The research addresses cross-domain video summarization by coaching on a labelled short-form video dataset and adapting to unlabelled, hour-long movies from a special area. Initially, a mannequin is skilled to summarize 3-minute movies utilizing TimeSFormer options, a visual-language alignment module, and a textual content decoder, optimized by cross-entropy and contrastive losses. To deal with longer movies, they’re segmented into 3-minute clips, and pseudo-captions are generated. An iterative meta-prompting method with a number of LLMs (generator, evaluator, optimizer) refines summaries. Lastly, the mannequin is fine-tuned on these pseudo-summaries utilizing a symmetric cross-entropy loss to handle noisy labels and enhance adaptation.
The research evaluates VisMaP throughout three situations: summarization of lengthy movies utilizing Ego4D-HCap, cross-domain generalization on MSRVTT, MSVD, and YouCook2 datasets, and adaptation to brief movies utilizing EgoSchema. VisMaP, skilled on hour-long movies, is in contrast towards supervised and zero-shot strategies, akin to Video ReCap and LaViLa+GPT3.5, demonstrating aggressive or superior efficiency with out supervision. Evaluations use CIDEr, ROUGE-L, METEOR scores, and QA accuracy. Ablation research spotlight the advantages of meta-prompting and element modules, akin to contrastive studying and SCE loss. Implementation particulars embody the usage of TimeSformer, DistilBERT, and GPT-2, with coaching carried out on an NVIDIA A100 GPU.

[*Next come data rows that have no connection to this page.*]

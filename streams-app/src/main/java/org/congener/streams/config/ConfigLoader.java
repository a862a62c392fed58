package org.congener.streams.config;

import java.io.IOException;
import java.io.Reader;
import java.nio.charset.StandardCharsets;
import java.nio.file.Files;
import java.nio.file.NoSuchFileException;
import java.nio.file.Path;
import java.util.LinkedHashMap;
import java.util.List;
import java.util.Locale;
import java.util.Map;
import java.util.Properties;
import java.util.regex.Pattern;

import org.apache.kafka.common.config.ConfigDef;
import org.apache.kafka.common.config.ConfigException;

/**
 * Builds an {@link AppConfig} from three layers, each overriding the one before: a properties file,
 * environment variables ({@code CONGENER_} plus the key in upper case with {@code _} for {@code .},
 * e.g. {@code CONGENER_HTTP_PORT}), then command-line flags. Every value is checked where it comes
 * from, so an error names the file and line, the variable or the flag.
 */
public final class ConfigLoader {

    public static final String ENV_PREFIX = "CONGENER_";

    private ConfigLoader() {
    }

    /** The environment variable that sets {@code key}. */
    public static String envName(String key) {
        return ENV_PREFIX + key.toUpperCase(Locale.ROOT).replace('.', '_');
    }

    /**
     * @param file  properties file, or null for none
     * @param env   environment variables (usually {@code System.getenv()}); unrelated ones are ignored
     * @param flags settings given on the command line, by key
     */
    public static AppConfig load(Path file, Map<String, String> env, Map<String, String> flags) {
        Map<String, String> values = new LinkedHashMap<>();
        if (file != null) {
            values.putAll(readFile(file));
        }
        values.putAll(readEnv(env));
        for (Map.Entry<String, String> flag : flags.entrySet()) {
            check(flag.getKey(), flag.getValue(), "setting " + flag.getKey() + " given on the command line");
            values.put(flag.getKey(), flag.getValue());
        }
        return new AppConfig(values);
    }

    static Map<String, String> readFile(Path file) {
        String text;
        try {
            text = Files.readString(file, StandardCharsets.UTF_8);
        } catch (NoSuchFileException e) {
            throw new ConfigLoadException("config file " + file + " does not exist");
        } catch (IOException e) {
            throw new ConfigLoadException("cannot read config file " + file + ": " + e.getMessage());
        }
        Properties properties = new Properties();
        try (Reader reader = new java.io.StringReader(text)) {
            properties.load(reader);
        } catch (IOException | IllegalArgumentException e) {
            throw new ConfigLoadException("config file " + file + " is not a properties file: " + e.getMessage());
        }
        List<String> lines = text.lines().toList();
        Map<String, String> values = new LinkedHashMap<>();
        for (String key : properties.stringPropertyNames()) {
            String value = properties.getProperty(key).trim();
            String where = file + " line " + lineOf(lines, key);
            if (!AppConfig.DEFINITION.configKeys().containsKey(key)) {
                throw new ConfigLoadException(where + ": unknown setting '" + key + "' (known: "
                        + String.join(", ", AppConfig.DEFINITION.names()) + ")");
            }
            check(key, value, where);
            values.put(key, value);
        }
        return values;
    }

    static Map<String, String> readEnv(Map<String, String> env) {
        Map<String, String> values = new LinkedHashMap<>();
        for (String key : AppConfig.DEFINITION.names()) {
            String name = envName(key);
            String value = env.get(name);
            if (value != null) {
                check(key, value.trim(), "environment variable " + name);
                values.put(key, value.trim());
            }
        }
        return values;
    }

    private static void check(String key, String value, String where) {
        ConfigDef.ConfigKey definition = AppConfig.DEFINITION.configKeys().get(key);
        if (definition == null) {
            throw new ConfigLoadException(where + ": unknown setting '" + key + "'");
        }
        try {
            Object parsed = ConfigDef.parseType(key, value, definition.type);
            if (definition.validator != null) {
                definition.validator.ensureValid(key, parsed);
            }
        } catch (ConfigException e) {
            throw new ConfigLoadException(where + ": bad value '" + value + "' for " + key + ": " + reason(e, definition));
        }
    }

    private static String reason(ConfigException e, ConfigDef.ConfigKey definition) {
        String message = e.getMessage();
        int colon = message.indexOf(": ");
        String detail = colon >= 0 ? message.substring(colon + 2) : message;
        return definition.validator == null ? detail : detail + " (allowed: " + definition.validator + ")";
    }

    /** 1-based line where {@code key} is set; the first such line (later ones win in Properties, rare). */
    private static int lineOf(List<String> lines, String key) {
        Pattern keyAtStart = Pattern.compile("^\\s*" + Pattern.quote(key) + "\\s*([=:\\s]|$).*");
        int found = 0;
        for (int i = 0; i < lines.size(); i++) {
            if (keyAtStart.matcher(lines.get(i)).matches()) {
                found = i + 1;
            }
        }
        return found;
    }
}
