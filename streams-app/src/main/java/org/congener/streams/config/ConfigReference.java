package org.congener.streams.config;

import java.util.Map;

import org.apache.kafka.common.config.ConfigDef;

/** Writes the configuration reference, a Markdown table, from {@link AppConfig#DEFINITION}. */
public final class ConfigReference {

    public static final String BEGIN_MARKER = "<!-- config-reference:begin (generated from AppConfig; do not edit) -->";
    public static final String END_MARKER = "<!-- config-reference:end -->";

    private ConfigReference() {
    }

    public static String markdown() {
        StringBuilder out = new StringBuilder();
        out.append("| key | environment variable | type | default | allowed | description |\n");
        out.append("| --- | --- | --- | --- | --- | --- |\n");
        for (Map.Entry<String, ConfigDef.ConfigKey> entry : AppConfig.DEFINITION.configKeys().entrySet()) {
            ConfigDef.ConfigKey key = entry.getValue();
            String defaultValue = key.hasDefault() ? ConfigDef.convertToString(key.defaultValue, key.type) : "(required)";
            out.append("| `").append(key.name).append("` | `").append(ConfigLoader.envName(key.name)).append("` | ")
                    .append(key.type.toString().toLowerCase(java.util.Locale.ROOT)).append(" | ")
                    .append(defaultValue == null || defaultValue.isEmpty() ? "(empty)" : "`" + defaultValue + "`").append(" | ")
                    .append(key.validator == null ? "" : escape(key.validator.toString())).append(" | ")
                    .append(escape(key.documentation)).append(" |\n");
        }
        return out.toString();
    }

    /** {@code document} with the text between the markers replaced by the current table. */
    public static String updated(String document) {
        int begin = document.indexOf(BEGIN_MARKER);
        int end = document.indexOf(END_MARKER);
        if (begin < 0 || end < begin) {
            throw new IllegalArgumentException("the document has no configuration reference markers");
        }
        return document.substring(0, begin + BEGIN_MARKER.length()) + "\n" + markdown()
                + document.substring(end);
    }

    private static String escape(String text) {
        return text.replace("|", "\\|");
    }
}
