package org.congener.trainer.publish;

import java.util.LinkedHashMap;
import java.util.Map;
import org.congener.core.factorisation.AlsConfig;
import org.congener.core.factorisation.ConfidenceForm;
import org.congener.core.factorisation.Regularisation;
import org.congener.core.fusion.FusionSettings;
import org.congener.core.interactions.InteractionWeights;
import org.congener.schemas.UsageKind;

/**
 * The keys of {@code ModelManifest.fusionWeights}, per the model-version contract shared with the
 * streams app: every number the app needs to reproduce the trainer's scoring. Kept in this one place
 * so it can give way to the shared {@code ManifestSettings} of recommender-core once that exists.
 */
public final class ManifestKeys {
    public static final String FUSION_WEIGHT = "fusion.weight";
    public static final String FUSION_K = "fusion.k";
    public static final String FUSION_EPSILON = "fusion.epsilon";
    public static final String ALS_CONFIDENCE = "als.confidence";
    public static final String ALS_REGULARISATION = "als.regularisation";
    public static final String ALS_CG_STEPS = "als.cgSteps";
    public static final String WEIGHT_PREFIX = "weight.";
    public static final String QUANTITY_SCALE = "weight.quantityScale";
    public static final String HALF_LIFE_DAYS = "weight.halfLifeDays";

    private ManifestKeys() {
    }

    public static Map<String, Double> write(FusionSettings fusion, AlsConfig als, InteractionWeights weights) {
        Map<String, Double> m = new LinkedHashMap<>();
        m.put(FUSION_WEIGHT, fusion.weight());
        m.put(FUSION_K, fusion.rrfK());
        m.put(FUSION_EPSILON, fusion.epsilon());
        m.put(ALS_CONFIDENCE, als.confidence() == ConfidenceForm.LOG ? 1.0 : 0.0);
        m.put(ALS_REGULARISATION, als.regularisation() == Regularisation.PER_INTERACTION ? 1.0 : 0.0);
        m.put(ALS_CG_STEPS, (double) als.cgSteps());
        for (UsageKind kind : UsageKind.values()) {
            m.put(WEIGHT_PREFIX + kind.name(), weights.kindWeights().getOrDefault(kind, 0.0));
        }
        m.put(QUANTITY_SCALE, weights.quantityScale());
        m.put(HALF_LIFE_DAYS, weights.halfLife() == null ? 0.0 : weights.halfLife().toMillis() / 86_400_000.0);
        return m;
    }

    /** The fusion settings a manifest names; absent keys take the defaults of the rule. */
    public static FusionSettings fusion(org.congener.schemas.FusionRule rule, Map<String, Double> m) {
        FusionSettings d = FusionSettings.product();
        return new FusionSettings(rule, m.getOrDefault(FUSION_WEIGHT, d.weight()), m.getOrDefault(FUSION_K, d.rrfK()),
                m.getOrDefault(FUSION_EPSILON, d.epsilon()));
    }

    /** The ALS fold-in settings a manifest names, on top of {@code base}. */
    public static AlsConfig als(AlsConfig base, int rank, double lambda, double alpha, Map<String, Double> m) {
        return base.withRank(rank).withLambda(lambda).withAlpha(alpha)
                .withConfidence(m.getOrDefault(ALS_CONFIDENCE, 0.0) == 1.0 ? ConfidenceForm.LOG : ConfidenceForm.LINEAR)
                .withRegularisation(m.getOrDefault(ALS_REGULARISATION, 0.0) == 1.0
                        ? Regularisation.PER_INTERACTION : Regularisation.PLAIN)
                .withCgSteps((int) Math.round(m.getOrDefault(ALS_CG_STEPS, (double) base.cgSteps())));
    }
}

In conclusion, ViSMaP is an unsupervised method for summarizing lengthy movies by using annotated short-video datasets and a meta-prompting technique. It first creates high-quality summaries by means of meta-prompting after which trains a summarization mannequin, lowering the necessity for in depth annotations. Experimental outcomes reveal that ViSMaP performs on par with totally supervised strategies and adapts successfully throughout varied video datasets. Nonetheless, its reliance on pseudo labels from a source-domain mannequin could influence efficiency beneath vital area shifts. Moreover, ViSMaP presently depends solely on visible data. Future work may combine multimodal information, introduce hierarchical summarization, and develop extra generalizable meta-prompting methods.
Try the Paper. Additionally, don’t overlook to comply with us on Twitter and be part of our Telegram Channel and LinkedIn Group. Don’t Overlook to hitch our 90k+ ML SubReddit.
Sana Hassan, a consulting intern at Marktechpost and dual-degree scholar at IIT Madras, is keen about making use of know-how and AI to deal with real-world challenges. With a eager curiosity in fixing sensible issues, he brings a contemporary perspective to the intersection of AI and real-life options.